What recovering alcoholic Emma Farouk wants more than anything is to keep her disabled daughter, Suzy, safe. She figures she’s on track to do that. She’s been clean and sober for more than a year. She’s now married to a long-time friend. And her first husband, the one whose name is listed as “father” on Suzy’s birth certificate, is recently, conveniently dead.

DM: I like that opening “everything is good” paragraph and the subtle ways it signals that everything is not going to stay okay.

But Emma’s new husband, Dr. Jilani (Jim) Farouk, has problems. Ever since he finished medical school, he’s sent money to Pakistan to support his widowed mother.
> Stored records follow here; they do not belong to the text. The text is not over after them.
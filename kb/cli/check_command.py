"""`check` and `demo`: the assessment of a planned step."""

from __future__ import annotations

import datetime as dt
import shlex
from dataclasses import replace
from typing import TYPE_CHECKING, Annotated, Optional

import typer

from kb.cli import exit_codes
from kb.cli.conditions import (
    AcidFlag,
    AddFlag,
    AtmosphereFlag,
    BaseFlag,
    ConcFlag,
    ScaleFlag,
    SolventFlag,
    TempFlag,
    TimeFlag,
    WithFlag,
    parse_conditions,
)
from kb.cli.session import Session, current_session, put
from kb.errors import StoreMissing, StructureError
from kb.plain import plain
from kb.vocabulary import Severity

if TYPE_CHECKING:
    from kb.record.assessment import Assessment
    from kb.record.plan import Plan


def register(app: typer.Typer) -> None:
    """Add the commands of this file."""
    app.command("check")(check)
    app.command("demo")(demo)


def check(
    scheme: Annotated[str, typer.Argument(help="Reaction SMILES, a substrate, a name, or a path to an RXN/mol file.")],
    reagents: WithFlag = None,
    bases: BaseFlag = None,
    acids: AcidFlag = None,
    additives: AddFlag = None,
    solvents: SolventFlag = None,
    temp: TempFlag = None,
    time: TimeFlag = None,
    conc: ConcFlag = None,
    scale: ScaleFlag = None,
    atmosphere: AtmosphereFlag = None,
    top: Annotated[
        Optional[int],  # noqa: UP045 - read at run time
        typer.Option("--top", metavar="N", min=0, max=200, help="How many precedents; by the settings, else 5."),
    ] = None,
    fail_on: Annotated[
        Optional[Severity],  # noqa: UP045 - read at run time
        typer.Option("--fail-on", help="Exit with 3 when a finding is at least this severe."),
    ] = None,
    at_date: Annotated[
        Optional[str],  # noqa: UP045
        typer.Option("--at-date", metavar="YYYY-MM-DD", help="Leave later runs out."),
    ] = None,
) -> int:
    """Check a planned step against the record, known liabilities and hazards."""
    from kb.book import parse_date, scheme_from_argument
    from kb.record.plan import Plan

    session = current_session()
    conditions = parse_conditions(reagents, bases, acids, additives, solvents, temp, time, conc, scale, atmosphere)
    plan = Plan(scheme=scheme_from_argument(scheme), conditions=conditions)
    top = session.settings.precedents if top is None else top
    assessment = _assess(session, plan, top, parse_date(at_date) if at_date else None)
    if not assessment.reading.ok:
        raise StructureError(assessment.reading.reason, "", plan.scheme)
    show_assessment(session, assessment)
    if fail_on is not None and any(f.severity.rank >= fail_on.rank for f in assessment.findings):
        return exit_codes.FAIL_ON
    return exit_codes.DONE


def _assess(session: Session, plan: Plan, top: int, at_date: dt.date | None) -> Assessment:
    """Check against the book; where nobody named one and there is none yet, against published chemistry alone."""
    try:
        with session.opened(read_only=True) as book:
            return book.check(plan, top=top, at_date=at_date)
    except StoreMissing:
        if session.settings.book is not None:
            raise
        from kb.book import check_unrecorded

        session.say("There is no record book yet: published chemistry alone. `sidepath new` makes one.")
        return check_unrecorded(plan)


def demo() -> None:
    """Build the demo book, check one planned step against it, and say what to open next."""
    from kb.book import build_demo, demo_plan

    session = current_session()
    with session.progress("Building the demo book") as progress:
        path, built = build_demo(session.book, progress)
    session.say(f"{'Built' if built else 'Using'} the demo book (invented runs) at {path}")
    session = replace(session, book=str(path))
    with session.opened(read_only=True) as book:
        assessment = book.check(demo_plan())
        count = book.count()
    show_assessment(session, assessment)
    if not session.as_json:
        put(
            f"\nChecked against {count} invented runs. Open the book in the terminal interface with\n"
            f"  sidepath --book {plain(shlex.quote(str(path)))} tui"
        )


def show_assessment(session: Session, assessment: Assessment) -> None:
    """Print an assessment as text or JSON."""
    from kb.cli.render_assessment import render_assessment

    if session.as_json:
        session.print_json(assessment.as_dict())
    else:
        put(render_assessment(assessment, verbose=session.verbose))
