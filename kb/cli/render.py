"""Text for a terminal 80 columns wide: wrapping, headings, severity in words as well as colour, figures.

It owns looks shared by all commands; what is said is decided where the values are made. All text that came from a
person passes `plain`.
"""

from __future__ import annotations

import textwrap
from collections.abc import Iterable, Sequence

import typer

from kb.cli.session import use_colour
from kb.plain import plain, shortened
from kb.vocabulary import Fate, Severity

WIDTH = 80
_COLOUR = {Severity.SERIOUS: "red", Severity.CAUTION: "yellow", Severity.NOTE: "cyan"}


def heading(text: str) -> str:
    """Return a section heading."""
    return typer.style(text, bold=True) if use_colour() else text.upper()


def severity_word(severity: Severity) -> str:
    """Return the severity as a word of fixed width, coloured where colour may be used."""
    word = f"{str(severity).upper():<7}"
    return typer.style(word, fg=_COLOUR[severity], bold=True) if use_colour() else word


def wrapped(text: str, indent: int = 0, first: str | None = None) -> list[str]:
    """Wrap text to the width.

    Args:
        text: made safe here.
        indent: spaces before each line.
        first: put before the first line instead of the indent (its visible width counts as `indent`).
    """
    pad = " " * indent
    lines: list[str] = []
    for paragraph in plain(text, keep_lines=True).split("\n"):
        lines += textwrap.wrap(
            paragraph, WIDTH - indent, break_long_words=True, break_on_hyphens=False, replace_whitespace=True
        ) or [""]
    out = [pad + line for line in lines]
    if first is not None and lines:
        out[0] = first + lines[0]
    return out


def percent(share: float) -> str:
    """Return a share 0..1 as whole percent, "<1 %" for a trace."""
    return "<1\N{NO-BREAK SPACE}%" if 0 < share < 0.005 else f"{100 * share:.0f}\N{NO-BREAK SPACE}%"


def bar(share: float, width: int = 20) -> str:
    """Return a share as a row of eighth-blocks."""
    eighths = round(share * width * 8)
    return "█" * (eighths // 8) + ("", "▏", "▎", "▍", "▌", "▋", "▊", "▉")[eighths % 8]


def split_words(split: Iterable[tuple[Fate, float]], limit: int = 3) -> str:
    """Return a split in short words, largest first."""
    return ", ".join(f"{fate} {100 * share:.0f}" for fate, share in list(split)[:limit])


def table(rows: Sequence[Sequence[str]], header: Sequence[str], widths: Sequence[int]) -> list[str]:
    """Return aligned rows, each cell cut to its width."""
    lines = []
    for cells in (header, *rows):
        line = "  ".join(f"{shortened(plain(c), w):<{w}}" for c, w in zip(cells, widths, strict=True))
        lines.append(line.rstrip())
    lines.insert(1, "  ".join("-" * w for w in widths))
    return lines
Now, federal agents have begun to question why he keeps sending payments years after his mother’s death. If Jim could bring himself to tell the truth about the long-ago rodeo accident that killed his best friend, the feds would back off. But it’s a truth that could ruin his career.

DM: Lost me here. The money mysteriously going to Pakistan is great but then…a secret surrounding a rodeo death? Huh? How are those things connected? (You might make the mystery of that connection the point of the paragraph.) Also, you have stopped telling Emma’s story here, you’re reporting a plot complication. Say (briefly) how this impacts Emma.

Then early parole frees Emma’s violent ex-boyfriend--and Suzy’s unacknowledged father--Sherman McMillan. He wants his daughter. He’s not going to let Emma’s new husband or even Suzy’s own fragile emotional state stop him from gaining custody. And that’s the one thing Emma won’t allow.

DM: Villain wants daughter back, big problem for Emma. Well, okay. The problem is sad, and hopefully scary, but also not particularly special. Is there a twist? Is the villain, say, violent in one particularly gruesome way? Also, paragraph 2 and 3 aren’t connected. I feel like this needs one more paragraph to circle back to Emma, her challenges and changes, to tie it all together.

WILD HORSES is an 80,000-word contemporary suspense novel set in Texas and Wyoming and told from multiple viewpoints.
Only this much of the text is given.